I found that the problem occurs when I input a graph with no nodes or edges. This somehow breaks CUDA and I cannot create any new tensors in my program after this, as they all cause that CUDA error. With MessageFunc defined as above and an MPN defined like this:

class MessagePassingNet(torch.nn.Module):
    def __init__(self, hidden_size,
                 embed_size):
        super().__init__()
        
        self.make_msgs = MessageFunc(embed_size, hidden_size)
        self.reduce_msgs = dgl.function.sum("state", "sum_incoming_state")

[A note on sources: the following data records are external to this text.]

package fault

import (
	"embed"
	"fmt"
	"slices"
	"strconv"
	"strings"
)

//go:embed tables/*.csv
var tables embed.FS

// anything stands in a table for a cell that sets no bound.
const anything = "any"

// row is one line of a table with the place it stands at.
type row struct {
	place string
	cells []string
}

// rows reads a table strictly: comment lines first, then exactly this header, then
// lines of as many cells, none of them blank or padded.
func rows(name string, header ...string) ([]row, error) {
	data, err := tables.ReadFile("tables/" + name)
	if err != nil {
		return nil, fmt.Errorf("table %s: %w", name, err)
	}
	return parse(name, string(data), header...)
}

// parse is rows without the file.
func parse(name, text string, header ...string) ([]row, error) {
	var out []row
	headed := false
	for i, line := range strings.Split(strings.TrimSuffix(text, "\n"), "\n") {
		place := fmt.Sprintf("%s:%d", name, i+1)
		if !headed && strings.HasPrefix(line, "#") {
			continue
		}
		cells := strings.Split(line, ",")
		if !headed {
			if !slices.Equal(cells, header) {
				return nil, fmt.Errorf("%s: found the header %q, expected %q", place, line, strings.Join(header, ","))
			}
			headed = true
			continue
		}
		if len(cells) != len(header) {
			return nil, fmt.Errorf("%s: found %d cells, expected %d", place, len(cells), len(header))
		}
		for k, cell := range cells {
			if cell == "" || strings.TrimSpace(cell) != cell {
				return nil, fmt.Errorf("%s: the cell %s is blank or padded", place, header[k])
			}
		}
		out = append(out, row{place, cells})
	}
	if len(out) == 0 {
		return nil, fmt.Errorf("table %s has no rows", name)
	}
	return out, nil
}

// numbers reads the cells with the given indexes as plain positive decimals or nought,
// multiplied by the size of the unit in the header.
func (r row) numbers(unit float64, columns ...int) ([]float64, error) {
	out := make([]float64, len(columns))
	for i, c := range columns {
		v, err := strconv.ParseFloat(r.cells[c], 64)
		if err != nil || v < 0 || strings.ContainsAny(r.cells[c], "eExXpPiInN_+") {
			return nil, fmt.Errorf("%s: found %q, expected a plain decimal", r.place, r.cells[c])
		}
		out[i] = v * unit
	}
	return out, nil
}
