package fault

import (
	"fmt"
	"sync"

	"boardproof/checker/units"
	"boardproof/checker/working"
)

// Edition is an edition of IEC 60909-0.
type Edition string

// The editions whose voltage factors differ.
const (
	Edition2001 Edition = "2001"
	Edition2016 Edition = "2016"
)

// factorRow is one line of Table 1.
type factorRow struct {
	edition   Edition
	above, to units.Volt
	tolerance units.Percentage // upper end; zero if the row holds for any
	max, min  units.Ratio
}

var voltageFactors = sync.OnceValues(loadVoltageFactors)

func loadVoltageFactors() ([]factorRow, error) {
	lines, err := rows("voltage_factor.csv", "edition", "above_v", "to_v", "tolerance_percent", "c_max", "c_min")
	if err != nil {
		return nil, err
	}
	var out []factorRow
	for _, line := range lines {
		v, err := line.numbers(1, 1, 2, 4, 5)
		if err != nil {
			return nil, err
		}
		r := factorRow{edition: Edition(line.cells[0]), above: units.Volt(v[0]), to: units.Volt(v[1]), max: units.Ratio(v[2]), min: units.Ratio(v[3])}
		if line.cells[3] != anything {
			percent, err := line.numbers(1, 3)
			if err != nil {
				return nil, err
			}
			r.tolerance = units.Percentage(percent[0] / 100)
		}
		if r.to <= r.above || r.min > r.max || r.max > 1.1 || r.min < 0.9 {
			return nil, fmt.Errorf("%s: the bounds or factors are out of order", line.place)
		}
		out = append(out, r)
	}
	return out, nil
}

var (
	lowVoltageRange    = limits[units.Volt]("U_n", 100, 1000)
	mediumVoltageRange = limits[units.Volt]("U_nQ", 1001, 35e3)
	toleranceRange     = limits[units.Percentage]("ΔU", 0, 0.10)
)

// VoltageFactorMaxFormula is c_max of a low-voltage network; both editions agree.
var VoltageFactorMaxFormula = working.Formula{
	ID: "fault.voltage_factor_max", Symbol: "c_max", Name: "voltage factor for the largest current",
	Equation: "Table 1 for {U_n} and the upper voltage tolerance {ΔU}",
	Source:   iec60909("Table 1", seen),
	Range:    []working.Interval{lowVoltageRange, toleranceRange},
	Note:     "a tolerance up to 6 % takes the row of 6 %, above that the row of 10 %",
}

// VoltageFactorMinFormula is c_min of a low-voltage network in the edition of 2016.
var VoltageFactorMinFormula = working.Formula{
	ID: "fault.voltage_factor_min", Symbol: "c_min", Name: "voltage factor for the smallest current",
	Equation: "Table 1 for {U_n} and the voltage tolerance {ΔU}",
	Source:   iec60909("Table 1", seen),
	Range:    []working.Interval{lowVoltageRange, toleranceRange},
	Note:     "a tolerance up to 6 % takes the row of 6 %, above that the row of 10 %",
}

// VoltageFactorMin2001Formula is c_min of a low-voltage network in the edition of 2001.
var VoltageFactorMin2001Formula = working.Formula{
	ID: "fault.voltage_factor_min_2001", Symbol: "c_min", Name: "voltage factor for the smallest current",
	Equation: "Table 1 for {U_n} and the voltage tolerance {ΔU}",
	Source:   working.Source{Standard: "IEC 60909-0", Edition: "2001", Clause: "Table 1", Status: seen},
	Range:    []working.Interval{lowVoltageRange, toleranceRange},
	Note:     "0.95 for both tolerances in this edition",
}

// FeederVoltageFactorMaxFormula is c_max at the connection point of a network above 1 kV.
var FeederVoltageFactorMaxFormula = working.Formula{
	ID: "fault.feeder_voltage_factor_max", Symbol: "c_Q", Name: "voltage factor of the feeding network, largest current",
	Equation: "Table 1 for {U_nQ}", Source: iec60909("Table 1", seen), Range: []working.Interval{mediumVoltageRange},
	Note: "the factor of the feeder's own bus, not that of the fault location",
}

// FeederVoltageFactorMinFormula is c_min at the connection point of a network above 1 kV.
var FeederVoltageFactorMinFormula = working.Formula{
	ID: "fault.feeder_voltage_factor_min", Symbol: "c_Q", Name: "voltage factor of the feeding network, smallest current",
	Equation: "Table 1 for {U_nQ}", Source: iec60909("Table 1", seen), Range: []working.Interval{mediumVoltageRange},
	Note: "the factor of the feeder's own bus, not that of the fault location",
}

// VoltageFactorMax returns c_max of a network of 100 V to 1000 V.
//
//	c_max = Table 1 (U_n, ΔU)
//
// Valid for a tolerance of 0 to 10 %. Source: IEC 60909-0 Table 1, seen in published
// material; confirmed by testdata/iec60909/reference-cases.yaml.
func VoltageFactorMax(nominal units.Volt, tolerance units.Percentage) (units.Ratio, error) {
	r, err := lowVoltageFactors(&VoltageFactorMaxFormula, Edition2016, nominal, tolerance)
	return r.max, err
}

// VoltageFactorMin returns c_min of a network of 100 V to 1000 V after the edition of 2016:
// 0.95 up to 6 %, 0.90 up to 10 %.
//
//	c_min = Table 1 (U_n, ΔU)
//
// Source: IEC 60909-0:2016 Table 1, seen in published material; confirmed by
// testdata/iec60909/reference-cases.yaml (min_2016).
func VoltageFactorMin(nominal units.Volt, tolerance units.Percentage) (units.Ratio, error) {
	r, err := lowVoltageFactors(&VoltageFactorMinFormula, Edition2016, nominal, tolerance)
	return r.min, err
}

// VoltageFactorMin2001 returns c_min of a network of 100 V to 1000 V after the edition of
// 2001: 0.95.
//
//	c_min = Table 1 (U_n, ΔU)
//
// Source: IEC 60909-0:2001 Table 1, seen in published material; confirmed by
// testdata/iec60909/reference-cases.yaml (min_library).
func VoltageFactorMin2001(nominal units.Volt, tolerance units.Percentage) (units.Ratio, error) {
	r, err := lowVoltageFactors(&VoltageFactorMin2001Formula, Edition2001, nominal, tolerance)
	return r.min, err
}

// FeederVoltageFactorMax returns c_max of a network above 1 kV up to 35 kV: 1.10.
//
//	c_Q = Table 1 (U_nQ)
//
// Source: IEC 60909-0 Table 1, seen in published material; that c belongs to the feeder's
// own bus is confirmed by Z_Qt in testdata/iec60909/tr60909-4.yaml.
func FeederVoltageFactorMax(nominal units.Volt) (units.Ratio, error) {
	r, err := mediumVoltageFactors(&FeederVoltageFactorMaxFormula, nominal)
	return r.max, err
}

// FeederVoltageFactorMin returns c_min of a network above 1 kV up to 35 kV: 1.00.
//
//	c_Q = Table 1 (U_nQ)
//
// Source: IEC 60909-0 Table 1, seen in published material; confirmed by
// testdata/iec60909/reference-cases.yaml.
func FeederVoltageFactorMin(nominal units.Volt) (units.Ratio, error) {
	r, err := mediumVoltageFactors(&FeederVoltageFactorMinFormula, nominal)
	return r.min, err
}

// MinimumVoltageFactor returns the formula and the function of c_min in an edition of the
// standard, for a caller that has the edition as data. The error names an edition that is
// not known.
func MinimumVoltageFactor(edition Edition) (*working.Formula, func(units.Volt, units.Percentage) (units.Ratio, error), error) {
	switch edition {
	case Edition2016:
		return &VoltageFactorMinFormula, VoltageFactorMin, nil
	case Edition2001:
		return &VoltageFactorMin2001Formula, VoltageFactorMin2001, nil
	}
	return nil, nil, fmt.Errorf("found edition %q of IEC 60909-0, expected %s or %s", edition, Edition2001, Edition2016)
}

func lowVoltageFactors(f *working.Formula, edition Edition, nominal units.Volt, tolerance units.Percentage) (factorRow, error) {
	if err := f.CheckRange(float64(nominal), float64(tolerance)); err != nil {
		return factorRow{}, err
	}
	return lookUpFactors(edition, nominal, tolerance)
}

func mediumVoltageFactors(f *working.Formula, nominal units.Volt) (factorRow, error) {
	if err := f.CheckRange(float64(nominal)); err != nil {
		return factorRow{}, err
	}
	return lookUpFactors(Edition2016, nominal, 0)
}

// lookUpFactors takes the first row whose voltage fits and whose tolerance is not exceeded.
func lookUpFactors(edition Edition, nominal units.Volt, tolerance units.Percentage) (factorRow, error) {
	table, err := voltageFactors()
	if err != nil {
		return factorRow{}, err
	}
	for _, r := range table {
		fits := nominal > r.above && nominal <= r.to || nominal == 100 && r.above == 100
		if r.edition == edition && fits && (r.tolerance == 0 || tolerance <= r.tolerance) {
			return r, nil
		}
	}
	return factorRow{}, fmt.Errorf("table 1 has no row for %s and %s", units.Format(nominal), units.Format(tolerance))
}
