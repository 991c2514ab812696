package fault

import (
	"strings"
	"testing"
)

func TestTablesAreReadStrictly(t *testing.T) {
	t.Parallel()
	for name, row := range map[string]struct{ text, want string }{
		"header":      {"a,c\n1,2\n", "found the header"},
		"no rows":     {"# note\na,b\n", "has no rows"},
		"few cells":   {"a,b\n1\n", "found 1 cells, expected 2"},
		"many cells":  {"a,b\n1,2,3\n", "found 3 cells, expected 2"},
		"blank":       {"a,b\n1,\n", "the cell b is blank or padded"},
		"padded":      {"a,b\n1, 2\n", "the cell b is blank or padded"},
		"late note":   {"a,b\n1,2\n# note\n", "found 1 cells"},
		"blank line":  {"a,b\n\n1,2\n", "found 1 cells"},
		"word":        {"a,b\n1,x\n", "expected a plain decimal"},
		"exponent":    {"a,b\n1,1e3\n", "expected a plain decimal"},
		"not finite":  {"a,b\n1,NaN\n", "expected a plain decimal"},
		"infinite":    {"a,b\n1,Inf\n", "expected a plain decimal"},
		"hexadecimal": {"a,b\n1,0x10\n", "expected a plain decimal"},
		"negative":    {"a,b\n1,-2\n", "expected a plain decimal"},
	} {
		t.Run(name, func(t *testing.T) {
			t.Parallel()
			got, err := parse("t.csv", row.text, "a", "b")
			if err == nil {
				_, err = got[0].numbers(1, 1)
			}
			if err == nil || !strings.Contains(err.Error(), row.want) || !strings.Contains(err.Error(), "t.csv") {
				t.Errorf("got %v and error %v, expected %q", got, err, row.want)
			}
		})
	}
	if _, err := rows("none.csv", "a"); err == nil {
		t.Error("a table that is not there gave no error")
	}
	good, err := parse("t.csv", "# note\na,b\n1,2.5\n", "a", "b")
	if err != nil || len(good) != 1 || good[0].place != "t.csv:3" {
		t.Fatalf("%v, %v", good, err)
	}
	if v, err := good[0].numbers(1000, 0, 1); err != nil || v[0] != 1000 || v[1] != 2500 {
		t.Errorf("%v, %v", v, err)
	}
}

        self.hidden_size = hidden_size
        
    def forward(self, graph):
        graph.nodes["a"].data["sum_incoming_state"] = (
            torch.randn(graph.number_of_nodes("a"), 2, self.hidden_size, device = graph.device)
        )
        
        graph.update_all(self.make_msgs, self.reduce_msgs, etype = "b")
        return graph

with a graph defined like this:

a = dgl.heterograph({("a", "b", "a"):[]}, device = device)
a.nodes["a"].data["rep"] = torch.zeros(0,10, device = device)
a.edges["b"].data["rep"] = torch.zeros(0,10, device = device)

I was able to avoid this problem by checking if a graph has edges before passing it through the MPN, but it took me a long time to figure this simple solution out. I’m not sure why it works fine on CPU, but breaks completely on GPU. I don’t know if this is purely a problem with how the model uses torch.rnn, or if there is a way that DGL could help users avoid this case better.

system · April 28, 2021, 2:11am

This topic was automatically closed 30 days after the last reply. New replies are no longer allowed.